◆ Work to complete
Please return the lines below verbatim, beginning at the one that has "readonly unit: string;" and stopping after the one that has "propeller c_P (1/m). */", and add no other lines.

(Dataset entries)
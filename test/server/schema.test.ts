/** The committed JSON Schema of the study file matches the zod schema (run `npm run schema` to refresh). */
import { readFileSync } from 'node:fs';
import { describe, expect, it } from 'vitest';
import { studyJsonSchema } from '../../server/common/jsonSchema.js';

describe('docs/study.schema.json', () => {
  it('is up to date with server/studies/schema.ts', () => {
    const committed = readFileSync(new URL('../../docs/study.schema.json', import.meta.url), 'utf8');
    expect(committed).toBe(JSON.stringify(studyJsonSchema(), null, 2) + '\n');
  });
  it('carries the physical ranges (e.g. site elevation −400 … 4500 m)', () => {
    const s = studyJsonSchema() as { properties: { site: { properties: { elevation_m: { minimum: number; maximum: number } } } } };
    expect(s.properties.site.properties.elevation_m).toMatchObject({ minimum: -400, maximum: 4500 });
  });
});
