/** Slack (kg) when checking a mass against a limit, to absorb floating-point rounding in round trips. */
export const ROUTE_MASS_SLACK_KG = 1e-6;
/** Relative slack on ratios (Φ, Λ) in the inverses: a ratio this close below 1 counts as 1 (stage 0). */
export const ROUTE_RATIO_SLACK = 1e-12;
/** Relative closeness at which two limits on the zero-fuel mass count as met together. */
export const ROUTE_ACTIVE_LIMIT_REL = 1e-9;
/** Smallest admissible 1 − f·(x − 1) (contingency denominator); below it the stage is unreachable. */
export const ROUTE_MIN_CONTINGENCY_DENOMINATOR = 1e-9;

export interface RouteTraceItem {
  readonly key: string;
  readonly label: string;
  readonly value: number;
  /** SI unit symbol, '' for a ratio. */
  readonly unit: string;
}

/** Everything the route formulas need, in SI, derived from the aircraft and the reserve policy. */
export interface RouteFuelModel {
  readonly propulsion: 'jet' | 'propeller';
  readonly speed_mps: number;
  /** ln(W_i/W_f) per metre of cruise, 1/m. */
  readonly kappa_perM: number;
  /** ln(W_i/W_f) per second of reserve time (hold or cruise as the policy says), 1/s. */
  readonly reserveRate_perS: number;
  /** Jet c_T (1/s) or propeller c_P (1/m). */
  readonly specificConsumption: number;
  /** ln ρ of the alternate leg. */
  readonly alternateLn: number;
  /** ln ρ of the reserve time. */
  readonly reserveTimeLn: number;
  /** ln ρ = alternateLn + reserveTimeLn. */
  readonly reserveLn: number;
  /** Climb/descent allowance δ, fraction of the takeoff mass. */
  readonly climbDescentFraction: number;
  /** Where δ comes from: the profile, or the engine-type default (common practice). */
  readonly climbDescentSource: 'profile' | 'default';
  /** ℓ = −ln(1 − δ), added to κ·s in the trip ratio X = e^{κ·s + ℓ}. */
  readonly climbDescentLn: number;
  /** Fixed-flow holding fuel H, kg (0 unless the reserve time is flown in the hold at a given fuel flow). */
  readonly holdFuel_kg: number;
  /** How holding fuel is found: a given fuel flow, the hold L/D, or no hold in the policy. */
  readonly holdSource: 'fuel-flow' | 'lift-to-drag' | 'none';
  /** The profile's holding fuel flow, kg/h, when given. */
  readonly holdFuelFlow_kgph?: number;
  readonly reserves: ResolvedReserves;
  readonly oew_kg: number;
  readonly mtow_kg: number;
  readonly mlw_kg: number;
  readonly maxPayload_kg: number;
  readonly maxFuel_kg: number;
  readonly taxiFuel_kg: number;
  /** Usable fuel at brake release with full tanks, kg (maxFuel − taxi). */
  readonly fuelAtBrakeRelease_kg: number;
  readonly warnings: readonly Notice[];
}
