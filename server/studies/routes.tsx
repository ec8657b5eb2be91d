/**
 * Study routes: list, create, edit (name, site, options), delete with confirmation; scenarios and their
 * fleet rows (form and CSV); the results page (computed in the job pool and saved), its downloads and
 * the components of each row on demand; and the study what-if panel.
 */
import { Hono, type Context } from 'hono';
import {
  InputDomainError, noticeJson, siteConditions, type AircraftProfile, type StudyInput, type UnitSystem,
} from '../../core/index.js';
import { aircraftByIds, aircraftChoices, aircraftNames, countAircraft } from '../../db/repos/aircraft.js';
import { getSite, listSites } from '../../db/repos/sites.js';
import {
  addScenario, createStudy, deleteScenario, deleteStudy, getScenario, getStudy, listStudies, updateScenario, updateStudy,
} from '../../db/repos/studies.js';
import type { Db } from '../../db/types.js';
import { ConfirmDeletePage } from '../../templates/confirm.js';
import { ProblemPage } from '../../templates/errors.js';
import { ComputePanel, ResultsContent, RowComponents } from '../../templates/studies/index.js';
import {
  ScenarioFormPage, StudiesListPage, StudyFormPage, StudyOverviewPage,
} from '../../templates/studies/index.js';
import { ViewContext } from '../../templates/view.js';
import { WhatIfPanel, WhatIfResult } from '../../templates/whatif/index.js';
import { resultsCsv } from './resultsCsv.js';
import { formValues, type FormValues } from '../common/formFields.js';
import { FLEET_SELECT_MAX, FLEET_SUGGESTIONS, pageOfList } from '../web/paging.js';
import { newStudyValues, readScenarioForm, readStudyForm, scenarioFormValues, studyFormValues } from './form.js';
import type { WhatIfConditions } from '../whatif/index.js';
import { whatIfPanel, type WhatIfPanelState } from '../whatif/index.js';
import { exportFleetCsv, importFleetCsv } from '../io/csv.js';
import { ImportError, formatProblem } from '../io/errors.js';
import type { JobRunner } from '../jobs/index.js';
import { StudyService, type LoadedResult } from './state.js';
import type { AppEnv } from '../web/env.js';
import { Lru } from '../web/lru.js';
import { fragment, isHtmx, page, pageWithContent, seeOther, viewOf } from '../web/page.js';
import { download, formUnits, idParam, notFound } from '../web/routeHelpers.js';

◆ Response to the exercise
  readonly unit: string;
}

/** Everything the route formulas need, in SI, derived from the aircraft and the reserve policy. */
export interface RouteFuelModel {
  readonly propulsion: 'jet' | 'propeller';
  readonly speed_mps: number;
  /** ln(W_i/W_f) per metre of cruise, 1/m. */
  readonly kappa_perM: number;
  /** ln(W_i/W_f) per second of reserve time (hold or cruise as the policy says), 1/s. */
  readonly reserveRate_perS: number;
  /** Jet c_T (1/s) or propeller c_P (1/m). */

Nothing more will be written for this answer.